:: Supplied information ::

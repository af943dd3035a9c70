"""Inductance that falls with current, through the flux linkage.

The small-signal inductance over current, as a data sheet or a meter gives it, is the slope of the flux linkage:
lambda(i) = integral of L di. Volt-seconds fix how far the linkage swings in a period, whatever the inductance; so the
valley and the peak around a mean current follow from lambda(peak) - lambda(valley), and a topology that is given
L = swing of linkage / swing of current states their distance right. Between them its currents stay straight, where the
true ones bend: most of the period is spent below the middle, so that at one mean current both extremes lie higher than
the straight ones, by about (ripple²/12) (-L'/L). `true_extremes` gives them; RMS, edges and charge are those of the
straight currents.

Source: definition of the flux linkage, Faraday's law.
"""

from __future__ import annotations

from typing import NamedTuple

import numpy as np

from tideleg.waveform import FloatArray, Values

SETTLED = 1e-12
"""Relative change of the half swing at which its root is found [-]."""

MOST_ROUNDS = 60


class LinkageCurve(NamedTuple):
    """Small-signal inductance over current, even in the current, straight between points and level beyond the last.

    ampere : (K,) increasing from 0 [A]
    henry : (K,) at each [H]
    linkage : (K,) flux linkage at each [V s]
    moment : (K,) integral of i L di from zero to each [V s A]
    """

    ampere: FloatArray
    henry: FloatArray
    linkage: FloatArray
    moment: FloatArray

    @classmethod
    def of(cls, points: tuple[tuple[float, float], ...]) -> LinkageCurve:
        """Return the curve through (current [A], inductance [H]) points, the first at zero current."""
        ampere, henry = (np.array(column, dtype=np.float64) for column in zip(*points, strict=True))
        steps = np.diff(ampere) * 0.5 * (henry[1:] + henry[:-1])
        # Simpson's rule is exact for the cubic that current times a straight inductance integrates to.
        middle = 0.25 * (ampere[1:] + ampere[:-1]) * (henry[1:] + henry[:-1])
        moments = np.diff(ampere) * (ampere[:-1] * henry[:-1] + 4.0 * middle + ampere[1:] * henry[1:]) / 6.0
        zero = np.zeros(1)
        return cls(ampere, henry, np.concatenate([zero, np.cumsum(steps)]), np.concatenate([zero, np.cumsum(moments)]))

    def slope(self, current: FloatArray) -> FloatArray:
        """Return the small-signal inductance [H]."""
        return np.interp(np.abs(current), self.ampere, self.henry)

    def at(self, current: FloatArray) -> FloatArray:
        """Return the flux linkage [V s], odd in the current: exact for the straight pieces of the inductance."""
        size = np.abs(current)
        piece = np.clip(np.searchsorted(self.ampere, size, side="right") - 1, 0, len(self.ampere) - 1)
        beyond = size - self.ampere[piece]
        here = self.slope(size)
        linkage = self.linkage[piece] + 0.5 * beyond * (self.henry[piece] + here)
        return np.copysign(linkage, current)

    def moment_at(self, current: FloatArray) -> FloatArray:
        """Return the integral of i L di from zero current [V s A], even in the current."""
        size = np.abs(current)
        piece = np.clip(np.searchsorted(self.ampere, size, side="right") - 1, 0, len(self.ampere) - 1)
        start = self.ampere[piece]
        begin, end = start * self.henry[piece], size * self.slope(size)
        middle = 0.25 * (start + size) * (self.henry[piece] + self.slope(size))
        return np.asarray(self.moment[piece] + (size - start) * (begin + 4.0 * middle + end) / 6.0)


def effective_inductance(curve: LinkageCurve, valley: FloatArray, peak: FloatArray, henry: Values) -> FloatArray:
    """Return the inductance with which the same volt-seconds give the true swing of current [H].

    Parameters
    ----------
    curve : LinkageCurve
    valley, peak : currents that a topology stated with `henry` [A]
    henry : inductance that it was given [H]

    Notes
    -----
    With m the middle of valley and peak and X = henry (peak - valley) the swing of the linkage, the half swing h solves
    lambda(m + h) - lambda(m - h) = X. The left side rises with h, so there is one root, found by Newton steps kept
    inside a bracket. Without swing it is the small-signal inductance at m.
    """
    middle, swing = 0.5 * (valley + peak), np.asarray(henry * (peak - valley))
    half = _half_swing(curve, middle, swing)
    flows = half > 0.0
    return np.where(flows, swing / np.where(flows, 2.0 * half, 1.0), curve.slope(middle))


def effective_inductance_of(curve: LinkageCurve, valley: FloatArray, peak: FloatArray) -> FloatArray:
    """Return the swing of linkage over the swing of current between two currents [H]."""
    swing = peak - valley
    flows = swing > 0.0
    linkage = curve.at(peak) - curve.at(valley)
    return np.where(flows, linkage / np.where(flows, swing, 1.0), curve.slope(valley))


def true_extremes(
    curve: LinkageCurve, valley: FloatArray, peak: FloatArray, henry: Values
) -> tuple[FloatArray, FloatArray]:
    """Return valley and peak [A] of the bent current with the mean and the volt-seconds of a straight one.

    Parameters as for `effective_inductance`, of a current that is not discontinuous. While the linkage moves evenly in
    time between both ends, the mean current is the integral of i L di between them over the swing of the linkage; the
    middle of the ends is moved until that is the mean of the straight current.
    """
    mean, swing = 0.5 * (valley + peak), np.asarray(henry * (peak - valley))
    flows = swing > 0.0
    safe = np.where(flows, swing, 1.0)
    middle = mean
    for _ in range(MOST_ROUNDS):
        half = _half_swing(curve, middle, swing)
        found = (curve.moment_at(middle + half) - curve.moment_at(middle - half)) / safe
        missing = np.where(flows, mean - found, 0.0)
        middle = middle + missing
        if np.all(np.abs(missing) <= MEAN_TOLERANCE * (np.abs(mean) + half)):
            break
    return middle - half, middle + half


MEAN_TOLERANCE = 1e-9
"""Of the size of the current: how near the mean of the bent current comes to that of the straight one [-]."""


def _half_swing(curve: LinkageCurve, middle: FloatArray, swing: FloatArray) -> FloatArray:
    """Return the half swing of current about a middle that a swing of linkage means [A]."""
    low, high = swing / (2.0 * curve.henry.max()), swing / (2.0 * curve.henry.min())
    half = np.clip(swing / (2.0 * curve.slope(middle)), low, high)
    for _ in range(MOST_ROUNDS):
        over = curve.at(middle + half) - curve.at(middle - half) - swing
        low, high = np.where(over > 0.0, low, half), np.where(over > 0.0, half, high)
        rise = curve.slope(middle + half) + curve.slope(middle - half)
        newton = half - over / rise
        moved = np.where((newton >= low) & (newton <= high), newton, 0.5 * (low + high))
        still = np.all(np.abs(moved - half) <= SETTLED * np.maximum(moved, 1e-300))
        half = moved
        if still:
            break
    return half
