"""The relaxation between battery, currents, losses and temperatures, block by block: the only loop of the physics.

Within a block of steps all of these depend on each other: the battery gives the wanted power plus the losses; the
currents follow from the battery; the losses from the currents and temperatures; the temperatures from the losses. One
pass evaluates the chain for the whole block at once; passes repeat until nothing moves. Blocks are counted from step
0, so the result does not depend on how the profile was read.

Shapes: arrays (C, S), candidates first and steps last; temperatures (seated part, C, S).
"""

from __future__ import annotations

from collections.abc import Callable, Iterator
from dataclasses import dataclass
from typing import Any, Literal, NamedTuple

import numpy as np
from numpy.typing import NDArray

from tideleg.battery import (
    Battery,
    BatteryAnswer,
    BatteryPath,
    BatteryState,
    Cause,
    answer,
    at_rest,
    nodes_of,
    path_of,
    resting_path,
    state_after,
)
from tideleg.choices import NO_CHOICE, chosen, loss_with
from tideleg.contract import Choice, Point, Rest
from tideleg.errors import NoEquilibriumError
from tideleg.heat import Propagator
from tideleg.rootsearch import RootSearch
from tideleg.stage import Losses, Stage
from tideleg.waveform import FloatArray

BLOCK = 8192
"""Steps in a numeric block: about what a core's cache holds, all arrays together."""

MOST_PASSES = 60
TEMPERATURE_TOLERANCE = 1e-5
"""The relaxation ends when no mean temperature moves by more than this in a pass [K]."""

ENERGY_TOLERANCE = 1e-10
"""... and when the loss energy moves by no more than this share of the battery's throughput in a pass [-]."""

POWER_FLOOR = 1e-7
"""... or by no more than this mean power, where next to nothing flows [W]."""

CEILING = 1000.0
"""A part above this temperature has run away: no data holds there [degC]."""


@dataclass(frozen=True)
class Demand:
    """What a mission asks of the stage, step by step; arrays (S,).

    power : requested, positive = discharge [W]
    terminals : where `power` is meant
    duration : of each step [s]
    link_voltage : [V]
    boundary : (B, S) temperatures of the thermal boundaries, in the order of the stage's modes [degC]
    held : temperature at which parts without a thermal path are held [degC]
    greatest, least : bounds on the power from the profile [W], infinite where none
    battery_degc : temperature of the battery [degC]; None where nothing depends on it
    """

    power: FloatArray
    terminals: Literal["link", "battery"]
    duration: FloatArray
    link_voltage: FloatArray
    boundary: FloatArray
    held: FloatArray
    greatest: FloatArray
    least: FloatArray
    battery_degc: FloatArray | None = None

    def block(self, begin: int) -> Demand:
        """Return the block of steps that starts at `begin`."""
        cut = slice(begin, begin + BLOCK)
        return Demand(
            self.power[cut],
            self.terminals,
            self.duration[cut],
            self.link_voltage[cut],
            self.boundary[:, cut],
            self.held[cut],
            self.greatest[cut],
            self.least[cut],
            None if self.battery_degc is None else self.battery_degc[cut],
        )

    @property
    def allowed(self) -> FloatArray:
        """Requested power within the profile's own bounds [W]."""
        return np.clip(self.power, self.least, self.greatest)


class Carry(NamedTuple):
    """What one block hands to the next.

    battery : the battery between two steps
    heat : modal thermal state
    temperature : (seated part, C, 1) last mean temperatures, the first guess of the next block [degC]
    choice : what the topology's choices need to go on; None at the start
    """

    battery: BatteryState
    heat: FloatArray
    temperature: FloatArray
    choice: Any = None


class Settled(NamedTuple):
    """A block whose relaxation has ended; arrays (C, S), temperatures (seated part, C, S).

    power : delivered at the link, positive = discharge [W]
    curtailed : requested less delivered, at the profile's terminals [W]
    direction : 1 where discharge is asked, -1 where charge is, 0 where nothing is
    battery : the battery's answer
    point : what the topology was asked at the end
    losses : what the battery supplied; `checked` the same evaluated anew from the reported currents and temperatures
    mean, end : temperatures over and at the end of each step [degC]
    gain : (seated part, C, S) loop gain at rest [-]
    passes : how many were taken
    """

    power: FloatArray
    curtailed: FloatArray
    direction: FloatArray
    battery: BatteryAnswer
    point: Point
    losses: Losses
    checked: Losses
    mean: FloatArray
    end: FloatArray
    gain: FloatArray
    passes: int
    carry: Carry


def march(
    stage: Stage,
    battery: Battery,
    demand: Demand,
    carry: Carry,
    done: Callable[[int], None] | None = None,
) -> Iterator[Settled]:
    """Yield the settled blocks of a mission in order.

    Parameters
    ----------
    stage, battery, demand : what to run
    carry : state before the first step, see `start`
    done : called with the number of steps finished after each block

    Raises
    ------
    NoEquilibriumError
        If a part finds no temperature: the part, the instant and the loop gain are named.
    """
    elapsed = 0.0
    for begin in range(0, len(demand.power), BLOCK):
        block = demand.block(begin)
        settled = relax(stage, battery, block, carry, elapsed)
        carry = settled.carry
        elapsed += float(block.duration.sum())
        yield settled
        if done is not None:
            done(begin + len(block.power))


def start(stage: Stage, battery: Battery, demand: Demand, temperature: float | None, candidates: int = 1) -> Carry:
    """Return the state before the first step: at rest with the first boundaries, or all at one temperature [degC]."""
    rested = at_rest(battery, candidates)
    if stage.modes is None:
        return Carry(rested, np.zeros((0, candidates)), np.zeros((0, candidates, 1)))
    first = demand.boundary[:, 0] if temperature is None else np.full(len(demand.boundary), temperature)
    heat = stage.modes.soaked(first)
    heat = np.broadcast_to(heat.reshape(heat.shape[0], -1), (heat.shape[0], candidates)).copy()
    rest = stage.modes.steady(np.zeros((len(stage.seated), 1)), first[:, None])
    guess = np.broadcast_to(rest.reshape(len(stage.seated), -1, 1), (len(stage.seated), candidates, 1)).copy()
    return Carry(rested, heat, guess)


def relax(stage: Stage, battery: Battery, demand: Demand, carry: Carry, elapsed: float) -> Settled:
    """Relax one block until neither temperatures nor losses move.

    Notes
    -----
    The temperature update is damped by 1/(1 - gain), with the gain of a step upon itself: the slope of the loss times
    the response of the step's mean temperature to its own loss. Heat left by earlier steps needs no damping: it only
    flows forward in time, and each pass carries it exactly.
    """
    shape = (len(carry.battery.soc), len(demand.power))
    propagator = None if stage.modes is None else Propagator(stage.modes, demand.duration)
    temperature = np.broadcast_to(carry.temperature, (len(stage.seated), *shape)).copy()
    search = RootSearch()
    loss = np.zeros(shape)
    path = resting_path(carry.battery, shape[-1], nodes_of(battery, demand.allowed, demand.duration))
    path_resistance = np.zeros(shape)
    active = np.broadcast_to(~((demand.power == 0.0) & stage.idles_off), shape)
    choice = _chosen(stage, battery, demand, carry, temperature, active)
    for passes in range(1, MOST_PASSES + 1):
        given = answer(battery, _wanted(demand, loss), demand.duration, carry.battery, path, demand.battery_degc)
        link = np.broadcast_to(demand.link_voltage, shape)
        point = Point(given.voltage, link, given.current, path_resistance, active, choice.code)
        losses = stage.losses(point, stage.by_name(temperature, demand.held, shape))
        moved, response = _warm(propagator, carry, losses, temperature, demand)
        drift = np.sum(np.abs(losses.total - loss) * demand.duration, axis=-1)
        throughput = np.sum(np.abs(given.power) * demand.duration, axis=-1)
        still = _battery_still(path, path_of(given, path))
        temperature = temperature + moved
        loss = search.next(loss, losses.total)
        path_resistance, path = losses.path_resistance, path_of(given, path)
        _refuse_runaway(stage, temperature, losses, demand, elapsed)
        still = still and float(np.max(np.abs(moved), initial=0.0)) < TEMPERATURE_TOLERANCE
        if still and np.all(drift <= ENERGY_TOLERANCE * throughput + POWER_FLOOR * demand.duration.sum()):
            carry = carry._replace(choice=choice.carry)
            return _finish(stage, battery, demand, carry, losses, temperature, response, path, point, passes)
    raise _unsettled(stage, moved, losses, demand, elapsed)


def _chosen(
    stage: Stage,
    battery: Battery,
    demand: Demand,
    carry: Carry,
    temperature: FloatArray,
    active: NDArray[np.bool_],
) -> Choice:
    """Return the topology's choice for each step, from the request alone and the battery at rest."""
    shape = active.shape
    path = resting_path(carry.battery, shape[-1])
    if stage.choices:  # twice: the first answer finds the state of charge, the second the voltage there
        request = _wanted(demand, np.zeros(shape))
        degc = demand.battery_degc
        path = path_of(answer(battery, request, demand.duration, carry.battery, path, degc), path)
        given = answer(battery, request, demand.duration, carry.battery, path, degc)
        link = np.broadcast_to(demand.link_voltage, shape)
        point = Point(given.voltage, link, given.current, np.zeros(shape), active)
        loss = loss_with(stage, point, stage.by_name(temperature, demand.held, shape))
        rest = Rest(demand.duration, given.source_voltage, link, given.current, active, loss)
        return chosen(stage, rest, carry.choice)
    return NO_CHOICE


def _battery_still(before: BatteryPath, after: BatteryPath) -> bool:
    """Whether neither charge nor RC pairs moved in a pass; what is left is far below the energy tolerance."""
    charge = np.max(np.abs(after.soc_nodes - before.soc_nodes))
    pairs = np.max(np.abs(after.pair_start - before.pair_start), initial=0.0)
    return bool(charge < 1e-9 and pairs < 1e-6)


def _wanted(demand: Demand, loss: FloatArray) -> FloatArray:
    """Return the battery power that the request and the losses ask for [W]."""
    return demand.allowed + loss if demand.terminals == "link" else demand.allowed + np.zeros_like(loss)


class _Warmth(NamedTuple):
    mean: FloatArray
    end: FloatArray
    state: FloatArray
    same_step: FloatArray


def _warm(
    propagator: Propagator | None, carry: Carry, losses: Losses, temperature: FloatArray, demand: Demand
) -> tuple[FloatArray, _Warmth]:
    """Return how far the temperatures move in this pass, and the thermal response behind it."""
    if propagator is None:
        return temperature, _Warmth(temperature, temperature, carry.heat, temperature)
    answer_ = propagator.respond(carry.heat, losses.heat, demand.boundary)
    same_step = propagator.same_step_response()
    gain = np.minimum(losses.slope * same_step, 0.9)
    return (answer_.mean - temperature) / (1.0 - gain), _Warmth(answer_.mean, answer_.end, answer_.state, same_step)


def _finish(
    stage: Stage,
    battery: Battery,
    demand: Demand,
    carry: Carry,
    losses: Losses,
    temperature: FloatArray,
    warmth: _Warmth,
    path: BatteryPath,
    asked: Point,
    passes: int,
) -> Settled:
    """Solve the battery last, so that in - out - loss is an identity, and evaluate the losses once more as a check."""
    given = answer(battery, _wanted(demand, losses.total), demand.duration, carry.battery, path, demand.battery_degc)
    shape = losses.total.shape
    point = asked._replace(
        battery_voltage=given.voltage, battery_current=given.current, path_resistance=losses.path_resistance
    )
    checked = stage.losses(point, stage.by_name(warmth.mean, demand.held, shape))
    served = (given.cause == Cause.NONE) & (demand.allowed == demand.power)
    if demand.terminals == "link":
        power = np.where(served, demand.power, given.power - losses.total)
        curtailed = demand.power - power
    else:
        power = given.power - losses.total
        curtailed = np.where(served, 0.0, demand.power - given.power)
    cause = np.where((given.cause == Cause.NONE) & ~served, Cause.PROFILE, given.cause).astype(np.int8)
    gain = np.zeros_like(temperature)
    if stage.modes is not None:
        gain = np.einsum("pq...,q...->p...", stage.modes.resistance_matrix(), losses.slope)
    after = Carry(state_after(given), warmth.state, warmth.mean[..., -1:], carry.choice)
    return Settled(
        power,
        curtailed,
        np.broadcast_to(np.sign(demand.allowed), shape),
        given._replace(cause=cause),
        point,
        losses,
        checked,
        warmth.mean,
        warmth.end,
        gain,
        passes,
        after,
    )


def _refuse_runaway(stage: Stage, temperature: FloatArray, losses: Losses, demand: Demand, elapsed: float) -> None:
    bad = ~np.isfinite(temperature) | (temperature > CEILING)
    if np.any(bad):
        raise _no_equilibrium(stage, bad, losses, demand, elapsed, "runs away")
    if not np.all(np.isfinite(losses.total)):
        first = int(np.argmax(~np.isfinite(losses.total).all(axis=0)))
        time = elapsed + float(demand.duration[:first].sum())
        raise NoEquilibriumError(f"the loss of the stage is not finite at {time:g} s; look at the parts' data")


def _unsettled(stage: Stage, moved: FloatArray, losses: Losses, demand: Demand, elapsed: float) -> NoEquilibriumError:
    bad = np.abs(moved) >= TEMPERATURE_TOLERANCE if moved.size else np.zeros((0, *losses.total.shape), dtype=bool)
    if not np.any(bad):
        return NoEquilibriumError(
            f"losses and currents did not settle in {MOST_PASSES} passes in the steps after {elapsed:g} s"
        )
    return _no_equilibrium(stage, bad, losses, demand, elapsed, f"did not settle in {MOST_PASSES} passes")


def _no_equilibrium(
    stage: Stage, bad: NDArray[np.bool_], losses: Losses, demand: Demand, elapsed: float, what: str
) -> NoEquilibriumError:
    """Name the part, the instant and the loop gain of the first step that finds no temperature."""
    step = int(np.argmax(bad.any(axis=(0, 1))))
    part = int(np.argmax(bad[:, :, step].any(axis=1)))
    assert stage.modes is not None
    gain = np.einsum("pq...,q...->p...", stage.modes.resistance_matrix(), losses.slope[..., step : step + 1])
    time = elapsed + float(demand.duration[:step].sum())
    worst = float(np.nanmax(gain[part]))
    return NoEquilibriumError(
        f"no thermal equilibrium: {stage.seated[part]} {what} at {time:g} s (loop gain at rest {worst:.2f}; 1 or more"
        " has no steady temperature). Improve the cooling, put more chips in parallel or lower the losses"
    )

:::

* Work to complete: Check each line of the entries for "first" and copy those that have it.

* Reply to the exercise:
        """Return the curve through (current [A], inductance [H]) points, the first at zero current."""
Shapes: arrays (C, S), candidates first and steps last; temperatures (seated part, C, S).
    temperature : (seated part, C, 1) last mean temperatures, the first guess of the next block [degC]
    carry : state before the first step, see `start`
    """Return the state before the first step: at rest with the first boundaries, or all at one temperature [degC]."""
    first = demand.boundary[:, 0] if temperature is None else np.full(len(demand.boundary), temperature)
    heat = stage.modes.soaked(first)
    rest = stage.modes.steady(np.zeros((len(stage.seated), 1)), first[:, None])
    if stage.choices:  # twice: the first answer finds the state of charge, the second the voltage there
        first = int(np.argmax(~np.isfinite(losses.total).all(axis=0)))
        time = elapsed + float(demand.duration[:first].sum())
    """Name the part, the instant and the loop gain of the first step that finds no temperature."""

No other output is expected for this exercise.